Return all lines below containing the word "over".

[[ Supplied data, beginning ]]

/// <summary>
/// The fixed effects of one REML fit (<see cref="MixedModel"/>), for the views over it: β̂ in the
/// fit's sum-to-zero coding, Cov(β̂) = σ²_e [S⁻¹]_XX, the inverse expected information A of the
/// variance parameters not at zero, and the gradient g(l) of l'Cov(β̂)l in those parameters
/// (g_j = w'V_j w, w = V⁻¹X Cov(β̂) l; Fai and Cornelius 1996; Kuznetsova, Brockhoff and
/// Christensen 2017), the same quantities the fit's F tests use.
/// <para>
/// Estimated marginal means (<see cref="MeanRow"/>): the predicted cell mean averaged with equal
/// weight over the levels of the treatment factors not in the mean's term. In the sum-to-zero
/// coding each factor's coding rows sum to zero over its levels, so the average keeps the intercept
/// and the columns of the terms whose factors all belong to the mean's term: the coefficient row is
/// the cell's coding row (the Kronecker product of its factors' coding rows, first factor
/// outermost, as the fit builds its columns) with every other term's columns zero; the random
/// effects are at their mean, zero.
/// </para>
/// <para>
/// Any combination l'β̂ (<see cref="Combination"/>): SE = √(l'Cov(β̂)l), df ν = 2 (l'Cov l)² / (g'Ag)
/// (Satterthwaite 1946, as set out for mixed models by the two papers above). Several combinations
/// (<see cref="Wald"/>): F = (Lβ̂)'(L Cov L')⁻¹(Lβ̂)/q with ν_i of the eigen-directions of L Cov L',
/// E = Σ ν_i/(ν_i − 2), ν = 2E/(E − q), exactly the rule of the fit's F tests. On balanced data with
/// every variance estimate inside the parameter space these equal the classical strata's means,
/// standard errors and error df (tested).
/// </para>
/// </summary>
public sealed class RemlFixedEffects
{
    private readonly double[] beta;
    private readonly double[,] cov;
    private readonly double[,] parameterCov;
    private readonly Func<double[], double[]> gradient;
    private readonly Dictionary<string, string[]> levels;

    internal RemlFixedEffects(
        double[] beta,
        double[,] cov,
        double[,] parameterCov,
        IReadOnlyList<string> parameters,
        double shift,
        IReadOnlyList<RemlFixedTerm> terms,
        Dictionary<string, string[]> levels,
        Func<double[], double[]> gradient)
    {
        this.beta = beta;
        this.cov = cov;
        this.parameterCov = parameterCov;
        this.gradient = gradient;
        this.levels = new Dictionary<string, string[]>(levels, StringComparer.Ordinal);
        Parameters = parameters;
        Shift = shift;
        Terms = terms;
    }

    /// <summary>The number of fixed-effect columns (intercept first).</summary>
    public int Count => beta.Length;

    /// <summary>The variance parameters not at zero (random terms, then the residual): the order of the gradient.</summary>
    public IReadOnlyList<string> Parameters { get; }

    /// <summary>The response mean the fit removed before fitting (added back to every mean).</summary>
    public double Shift { get; }

    /// <summary>The fixed treatment terms and their columns.</summary>
    public IReadOnlyList<RemlFixedTerm> Terms { get; }

    /// <summary>β̂, a copy.</summary>
    public double[] Beta => (double[])beta.Clone();

    /// <summary>Cov(β̂), a copy.</summary>
    public double[,] BetaCovariance => (double[,])cov.Clone();

    /// <summary>The levels of a treatment factor in the coding order of the fit (order of first appearance).</summary>
    public IReadOnlyList<string> Levels(string factor) =>
        levels.TryGetValue(factor, out var l) ? l : throw new KeyNotFoundException("no treatment factor " + factor);

    /// <summary>
    /// The coefficient row of the estimated marginal mean of the cell <paramref name="cell"/> of
    /// <paramref name="factors"/> (one level per factor); see the class summary.
    /// </summary>
    public double[] MeanRow(IReadOnlyList<string> factors, IReadOnlyList<string> cell)
    {
        ArgumentNullException.ThrowIfNull(factors);
        ArgumentNullException.ThrowIfNull(cell);
        if (factors.Count != cell.Count)
        {
            throw new ArgumentException("one level per factor is needed", nameof(cell));
        }

        var row = new double[beta.Length];
        row[0] = 1;
        foreach (var t in Terms)
        {
            if (!t.Factors.All(f => factors.Contains(f, StringComparer.Ordinal)))
            {
                continue;
            }

            double[] prod = [1.0];
            foreach (var f in t.Factors)
            {
                var lv = levels.TryGetValue(f, out var known) ? known : throw new KeyNotFoundException("no treatment factor " + f);
                var li = Array.IndexOf(lv, cell[IndexOf(factors, f)]);
                if (li < 0)
                {
                    throw new ArgumentException("'" + cell[IndexOf(factors, f)] + "' is not a level of " + f, nameof(cell));
                }

                var code = new double[lv.Length - 1];
                for (var c = 0; c < code.Length; c++)
                {
                    code[c] = li == c ? 1 : li == lv.Length - 1 ? -1 : 0;
                }

                prod = [.. prod.SelectMany(a => code.Select(b => a * b))];
            }

            Array.Copy(prod, 0, row, t.Start, t.Count);
        }

        return row;
    }

    /// <summary>l'β̂ with its SE and Satterthwaite df (no shift: for differences and contrasts).</summary>
    public RemlEstimate Combination(IReadOnlyList<double> l)
    {
        ArgumentNullException.ThrowIfNull(l);
        var lv = Check(l);
        var estimate = 0.0;
        for (var i = 0; i < lv.Length; i++)
        {
            estimate += lv[i] * beta[i];
        }

        var variance = Form(lv, lv);
        if (!(variance > 0) || !double.IsFinite(variance))
        {
            var u = Quantity.Undefined("the combination has no variance in this fit");
            return new RemlEstimate(estimate, u, u);
        }

        return new RemlEstimate(estimate, Quantity.Of(Math.Sqrt(variance)), Satterthwaite(lv, variance));
    }

    /// <summary>The estimated marginal mean of a row from <see cref="MeanRow"/> (the shift added back), with its (1 − α) interval.</summary>
    public (RemlEstimate Mean, Quantity Low, Quantity High) Mean(double[] row, double alpha)
    {
        var e = Combination(row);
        var mean = e with { Estimate = e.Estimate + Shift };
        if (!e.Se.IsDefined || !e.Df.IsDefined)
        {
            var u = Quantity.Undefined(e.Df.Reason ?? e.Se.Reason ?? "not defined");
            return (mean, u, u);
        }

        var half = Probability.TCritical(alpha, e.Df.Value) * e.Se.Value;
        return (mean, Quantity.Of(mean.Estimate - half), Quantity.Of(mean.Estimate + half));
    }

    /// <summary>The covariance matrix of several combinations, L Cov(β̂) L'.</summary>
    public double[,] Covariance(IReadOnlyList<IReadOnlyList<double>> rows)
    {
        ArgumentNullException.ThrowIfNull(rows);
        var ls = rows.Select(Check).ToArray();
        var c = new double[ls.Length, ls.Length];
        for (var a = 0; a < ls.Length; a++)
        {
            for (var b = a; b < ls.Length; b++)
            {
                c[a, b] = c[b, a] = Form(ls[a], ls[b]);
            }
        }

        return c;
    }

    /// <summary>The Wald F test of Lβ̂ = 0 (rows linearly independent) with its Satterthwaite df (class summary).</summary>
    public RemlWaldTest Wald(IReadOnlyList<IReadOnlyList<double>> rows)
    {
        ArgumentNullException.ThrowIfNull(rows);
        var q = rows.Count;
        var ls = rows.Select(Check).ToArray();
        var lc = Matrix<double>.Build.DenseOfArray(Covariance(rows));
        var lb = Vector<double>.Build.Dense(q, i => ls[i].Select((v, j) => v * beta[j]).Sum());
        var evd = lc.Evd(MathNet.Numerics.LinearAlgebra.Symmetricity.Symmetric);
        if (!(evd.EigenValues.Real().Minimum() > 1e-12 * Math.Max(evd.EigenValues.Real().Maximum(), double.Epsilon)))
        {
            var u = Quantity.Undefined("the differences tested are not estimable independently in this fit");
            return new RemlWaldTest(q, u, u, u);
        }

        var f = lb.DotProduct(lc.Solve(lb)) / q;
        var nus = new double[q];
        for (var i = 0; i < q; i++)
        {
            var d = evd.EigenValues[i].Real;
            var u = evd.EigenVectors.Column(i);
            var l = new double[beta.Length];
            for (var r = 0; r < q; r++)
            {
                for (var j = 0; j < l.Length; j++)
                {
                    l[j] += u[r] * ls[r][j];
                }
            }

            var g = gradient(l);
            nus[i] = 2 * d * d / Quadratic(g);
        }

        Quantity df;
        if (nus.All(v => double.IsFinite(v) && v > 0) && (q == 1 || nus.Max() - nus.Min() <= 1e-9 * nus.Max()))
        {
            df = Quantity.Of(nus.Average());
        }
        else
        {
            var e = nus.Where(v => v > 2).Sum(v => v / (v - 2));
            df = nus.All(v => v > 2) && e > q
                ? Quantity.Of(2 * e / (e - q))
                : Quantity.Undefined("the Satterthwaite df is not defined for this test (a direction of its hypothesis has 2 df or fewer)");
        }

        var p = df.IsDefined ? Quantity.Of(Probability.FUpper(f, q, df.Value)) : df;
        return new RemlWaldTest(q, Quantity.Of(f), df, p);
    }

    private Quantity Satterthwaite(double[] l, double variance)
    {
        var g = gradient(l);
        var denominator = Quadratic(g);
        var nu = 2 * variance * variance / denominator;
        return denominator > 0 && double.IsFinite(nu)
            ? Quantity.Of(nu)
            : Quantity.Undefined("the Satterthwaite df is not defined (the variance of this estimate does not depend on the variance estimates)");
    }

    private double Quadratic(double[] g)
    {
        var s = 0.0;
        for (var a = 0; a < g.Length; a++)
        {
            for (var b = 0; b < g.Length; b++)
            {
                s += g[a] * parameterCov[a, b] * g[b];
            }
        }

        return s;
    }

    private double Form(double[] a, double[] b)
    {
        var s = 0.0;
        for (var i = 0; i < a.Length; i++)
        {
            if (a[i] == 0)
            {
                continue;
            }

            var row = 0.0;
            for (var j = 0; j < b.Length; j++)
            {
                row += cov[i, j] * b[j];
            }

            s += a[i] * row;
        }

        return s;
    }

    private double[] Check(IReadOnlyList<double> l)
    {
        if (l.Count != beta.Length)
        {
            throw new ArgumentException("a combination needs one coefficient per fixed-effect column", nameof(l));
        }

        return [.. l];
    }

    private static int IndexOf(IReadOnlyList<string> list, string item)
    {
        for (var i = 0; i < list.Count; i++)
        {
            if (string.Equals(list[i], item, StringComparison.Ordinal))
            {
                return i;
            }
        }

        return -1;
    }
}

[[ Supplied data, end ]]

### Answer to this task:
/// The fixed effects of one REML fit (<see cref="MixedModel"/>), for the views over it: β̂ in the
/// weight over the levels of the treatment factors not in the mean's term. In the sum-to-zero
/// coding each factor's coding rows sum to zero over its levels, so the average keeps the intercept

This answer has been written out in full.